Two news organizations—CNN and Channel 4—uncritically reported the claims of a Palestinian cameraman who stated his brother and cousin were killed by an IDF drone that fired a missile at them as the played on a rooftop. That no known missiles could cause the cartoonishly minimal damage shown on the rooftop, and that critics in the medical field quickly denouced the CPR performed on the boy in the hospital by a known propagandist dcotor as poorly pantomimed fakery, is buried by both networks, who defend the footage created by a cameraman who was later determined to have ties to Hamas.

France 2 is the latest to fake journalism, airing footage they claimed was from Israeli attacks, when the carnage aired actually come from a blast caused by Palestinian militants in 2005.

Another news organization can't tell the difference between dropping flares and dropping bombs. One pathic professional that reports from the region can't tell the difference between airplanes and helicopters.

So perhaps Joe the Plumber may turn out to be not much more than a media stunt. If so, he may still be more of a success if simply for causing less damage than our so-called professionals.

Posted by Confederate Yankee at January 12, 2009 06:37 PM
Comments

Any reporter assigned to file stories from a war zone should have, at a minimum, two years' experience in the active duty military. They would then at least have a framework that would give them a clue on what they're reporting about.

In some cases, even when facts are patiently explained to them, reporters "go with their gut" and simply report falsehoods. With a degree of military service, they could no longer claim ignorance as an excuse.

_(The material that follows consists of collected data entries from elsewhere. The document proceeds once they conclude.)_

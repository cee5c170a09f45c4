package viz

import (
	"fmt"
	"math"
	"sort"
	"strings"

	"github.com/heatgraph/heatgraph/network"
)

// Heat-path breakdown: where the heat of each source goes, by which paths,
// and which links hold a junction's temperature up. It reads a solved
// network only; it never solves.
//
// Method (flow decomposition with proportional splitting):
//
//  1. The solved heat paths of every link (network.LinkResult.Paths) are
//     merged into a directed graph with one arc per pair of nodes and way
//     of transport (conducted, convected or radiated heat apart from heat
//     carried by moving air), pointing the way the net heat flows — the
//     same arcs the diagram draws.
//  2. Sources are the nodes with a heat input, and fixed-temperature nodes
//     that give heat to the network. Sinks are the fixed-temperature nodes
//     (ambient among them); heat that moving air carries into a fixed node
//     is counted apart, as "air leaving to" that node.
//  3. Assumption: at every node the heat leaving it is attributed to the
//     sources in proportion to the heat entering it (its own input
//     counting as entering). Heat is not labelled in nature; this is a
//     bookkeeping convention, exact for a node fed by one source and a
//     choice wherever the heat of several sources meets. The shares of
//     one source over the sinks add up to 1 by construction.
//  4. The main paths of a source are taken from its attributed flows
//     greedily: the path from the source to a sink that follows the
//     largest remaining arc at each node, carrying the smallest flow along
//     it, removed, and again, until 99 % of the heat is placed or eight
//     paths are found. A path's thermal resistance is the temperature
//     drop along it divided by the heat on it; with other heat joining on
//     the way it is an effective, not a physical, resistance.
//  5. For a node with a limit, the arcs of its main paths are ranked by
//     their temperature drop: those first in the list contribute most to
//     its rise above ambient and are the first to improve.

// BreakdownMethod is the one-paragraph statement of the method for reports.
const BreakdownMethod = "Flow decomposition of the solved heat flows: every link's heat, in the direction it flows, " +
	"forms a directed graph from the heat sources to the fixed temperatures. At each node the heat leaving it is " +
	"attributed to the sources in proportion to the heat entering it (an assumption: heat from several sources is " +
	"not told apart in nature). Main paths follow the largest attributed flow at each node; a path's resistance is " +
	"the temperature drop along it divided by the heat on it."

// Breakdown is the heat-path breakdown of a solution.
type Breakdown struct {
	Sources []SourceBreakdown
}

// SourceBreakdown is where the heat of one source goes.
type SourceBreakdown struct {
	Node  string
	Fixed bool    // a fixed-temperature node giving heat to the network
	Heat  float64 // W put in by the source
	Sinks []SinkShare
	Paths []HeatPath
	// Drops ranks the arcs of the main paths by their temperature drop,
	// for nodes with a limit ("improve this first").
	Drops []ArcDrop
	// Rise is the node's temperature above ambient, K.
	Rise float64
	// arcs holds the source's heat on each arc of the diagram, W.
	arcs []float64
}

// SinkShare is the part of a source's heat that ends in one sink.
type SinkShare struct {
	Sink  string // fixed node id
	Air   bool   // carried there by moving air
	Heat  float64
	Share float64 // of the source's heat
}

// Name is the sink as reports show it.
func (s SinkShare) Name() string {
	if s.Air {
		return "air leaving to " + s.Sink
	}
	return s.Sink
}

// HeatPath is one main path of a source's heat.
type HeatPath struct {
	Nodes      []string // source first, sink last
	Links      []string // the links of each arc, "+"-joined where several
	Heat       float64  // W
	Share      float64  // of the source's heat
	DeltaT     float64  // K, source temperature minus sink temperature
	Resistance float64  // K/W, DeltaT / Heat
}

// ArcDrop is the temperature drop across one arc of a main path.
type ArcDrop struct {
	From, To string
	Links    string  // the links, "+"-joined
	DeltaT   float64 // K
	Share    float64 // of the source's rise above ambient
}

// arcLinks names the links of an arc.
func arcLinks(e heatEdge) string {
	names := make([]string, 0, len(e.parts))
	for _, p := range e.parts {
		if len(e.parts) > 1 && math.Abs(p.heat) <= 1e-9*math.Abs(e.heat) {
			continue // a link that carries nothing here (air drawn in at ambient)
		}
		id := p.what
		if i := strings.Index(id, " ("); i > 0 {
			id = id[:i]
		}
		names = append(names, id)
	}
	return strings.Join(names, "+")
}

// NewBreakdown computes the heat-path breakdown of a solution.
func NewBreakdown(sol *network.Solution) *Breakdown {
	edges := heatEdges(sol)
	idx := map[string]int{}
	for i, n := range sol.Nodes {
		idx[n.ID] = i
	}
	n := len(sol.Nodes)
	out := make([]float64, n) // heat leaving each node along arcs
	outArcs := make([][]int, n)
	inArcs := make([][]int, n)
	for k, e := range edges {
		a, b := idx[e.from], idx[e.to]
		out[a] += e.heat
		outArcs[a] = append(outArcs[a], k)
		inArcs[b] = append(inArcs[b], k)
	}
	fixed := func(i int) bool { return sol.Nodes[i].Kind == network.Fixed }
	// Sweep order: hottest first, so that an acyclic graph (heat flows
	// downhill in temperature except where air carries it) settles in
	// one sweep.
	order := make([]int, n)
	for i := range order {
		order[i] = i
	}
	sort.SliceStable(order, func(a, b int) bool { return sol.Nodes[order[a]].Temperature > sol.Nodes[order[b]].Temperature })

	b := &Breakdown{}
	ambient := sol.Net.Model.Ambient.Temperature
	for s, node := range sol.Nodes {
		var inj float64
		switch {
		case fixed(s):
			inj = out[s]
		case node.Power > 0:
			inj = node.Power
		}
		if !(inj > 0) || !finite(inj) {
			continue
		}
		// through[i]: the source's heat passing through node i.
		through := make([]float64, n)
		for sweep := 0; sweep < 10000; sweep++ {
			change := 0.0
			for _, i := range order {
				v := 0.0
				if i == s {
					v = inj
				} else {
					for _, k := range inArcs[i] {
						m := idx[edges[k].from]
						if (fixed(m) && m != s) || out[m] <= 0 {
							continue
						}
						v += through[m] * edges[k].heat / out[m]
					}
				}
				change = math.Max(change, math.Abs(v-through[i]))
				through[i] = v
			}
			if change <= 1e-13*inj {
				break
			}
		}
		sb := SourceBreakdown{Node: node.ID, Fixed: fixed(s), Heat: inj, Rise: node.Temperature - ambient, arcs: make([]float64, len(edges))}
		sinks := map[[2]string]*SinkShare{}
		var sinkOrder [][2]string
		for k, e := range edges {
			m := idx[e.from]
			if (fixed(m) && m != s) || out[m] <= 0 {
				continue
			}
			q := through[m] * e.heat / out[m]
			sb.arcs[k] = q
			if t := idx[e.to]; fixed(t) && t != s && q > 0 {
				key := [2]string{e.to, fmt.Sprint(e.air)}
				if sinks[key] == nil {
					sinks[key] = &SinkShare{Sink: e.to, Air: e.air}
					sinkOrder = append(sinkOrder, key)
				}
				sinks[key].Heat += q
			}
		}
		for _, key := range sinkOrder {
			sk := sinks[key]
			sk.Share = sk.Heat / inj
			sb.Sinks = append(sb.Sinks, *sk)
		}
		sort.SliceStable(sb.Sinks, func(i, j int) bool { return sb.Sinks[i].Heat > sb.Sinks[j].Heat })
		sb.Paths = mainPaths(sol, edges, idx, outArcs, s, sb.arcs, inj)
		if node.HasLimit {
			sb.Drops = drops(sol, edges, idx, sb.Paths, sb.Rise)
		}
		b.Sources = append(b.Sources, sb)
	}
	return b
}

// mainPaths decomposes a source's arc flows into paths, largest first.
func mainPaths(sol *network.Solution, edges []heatEdge, idx map[string]int, outArcs [][]int, s int, arcs []float64, inj float64) []HeatPath {
	left := append([]float64(nil), arcs...)
	var paths []HeatPath
	placed := 0.0
	for len(paths) < 8 && placed < 0.99*inj {
		at := s
		var route []int
		seen := map[int]bool{s: true}
		for {
			best, bestQ := -1, 0.0
			for _, k := range outArcs[at] {
				if left[k] > bestQ && !seen[idx[edges[k].to]] {
					best, bestQ = k, left[k]
				}
			}
			if best < 0 {
				break
			}
			route = append(route, best)
			at = idx[edges[best].to]
			seen[at] = true
			if sol.Nodes[at].Kind == network.Fixed {
				break
			}
		}
		if len(route) == 0 || sol.Nodes[at].Kind != network.Fixed {
			break
		}
		q := math.Inf(1)
		for _, k := range route {
			q = math.Min(q, left[k])
		}
		if !(q > 1e-12*inj) {
			break
		}
		p := HeatPath{Nodes: []string{sol.Nodes[s].ID}, Heat: q, Share: q / inj}
		for _, k := range route {
			left[k] -= q
			p.Nodes = append(p.Nodes, edges[k].to)
			p.Links = append(p.Links, arcLinks(edges[k]))
		}
		p.DeltaT = sol.Nodes[s].Temperature - sol.Nodes[at].Temperature
		p.Resistance = p.DeltaT / q
		paths = append(paths, p)
		placed += q
	}
	return paths
}

// drops ranks the arcs of the main paths (those carrying at least a tenth
// of the heat) by their temperature drop.
func drops(sol *network.Solution, edges []heatEdge, idx map[string]int, paths []HeatPath, rise float64) []ArcDrop {
	seen := map[string]bool{}
	var out []ArcDrop
	for pi, p := range paths {
		if pi > 0 && p.Share < 0.1 {
			continue
		}
		for i := 1; i < len(p.Nodes); i++ {
			from, to := p.Nodes[i-1], p.Nodes[i]
			key := from + "\x00" + to + "\x00" + p.Links[i-1]
			if seen[key] {
				continue
			}
			seen[key] = true
			d := ArcDrop{From: from, To: to, Links: p.Links[i-1],
				DeltaT: sol.Nodes[idx[from]].Temperature - sol.Nodes[idx[to]].Temperature}
			if rise > 0 {
				d.Share = d.DeltaT / rise
			}
			out = append(out, d)
		}
	}
	sort.SliceStable(out, func(i, j int) bool { return out[i].DeltaT > out[j].DeltaT })
	return out
}

// Source returns the breakdown of one source, or nil.
func (b *Breakdown) Source(id string) *SourceBreakdown {
	for i := range b.Sources {
		if b.Sources[i].Node == id {
			return &b.Sources[i]
		}
	}
	return nil
}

Posted by: Just Askin' at January 12, 2009 07:48 PM

The lapdogs are petrified. It may not be Joe, but soon someone is going to demonstrate that "journalists" are not doing their jobs. And haven't been for decades.

Posted by: Ken Hahn at January 12, 2009 09:58 PM

To read my commentary on Joe the Plumber, please go to this link: http://www.marymacelveen.com/blog/_archives/2009/1/13/4055174.html

Thank you,
Mary MacElveen!

Posted by: Mary MacElveen at January 13, 2009 02:18 AM
It may not be Joe, but soon someone is going to demonstrate that "journalists" are not doing their jobs.
Yon, Totten, Roggio and others have been doing that for years.
France 2 is the latest to fake journalism, airing footage they claimed was from Israeli attacks, when the carnage aired actually come from a blast caused by Palestinian militants in 2005.
France 2 also perpetrated the Mohammed al-Dura fraud back in 2000. Old habits die hard, especially when you're not trying to kill them. Posted by: Pablo at January 13, 2009 08:51 AM

I like JTP. I think his comment was meant to rankle when he said they should be banned from reporting. He was saying if they are that terrible at their jobs, and are just promoting propaganda and lies - that's not what the "free press" even means. I'm sure he would not be for banning them in fact - he's just saying they are so awful they should be banned - like the ultimate put down of how terrible of a job they are doing in providing comfort to the enemy.

They're no different than "Hanoi Jane" or whatever they called her the way they're doing their jobs over there. That's how I took it - not as a literal - but the ultimate show of disgust. He's raised my interest level and I think he'll be a sensation.

Posted by: l at January 13, 2009 11:28 AM

"It is a bruise to their egos when they realize that almost anyone can do what they do."

It's not that almost anyone can do what they do, it's that almost anyone can do it better.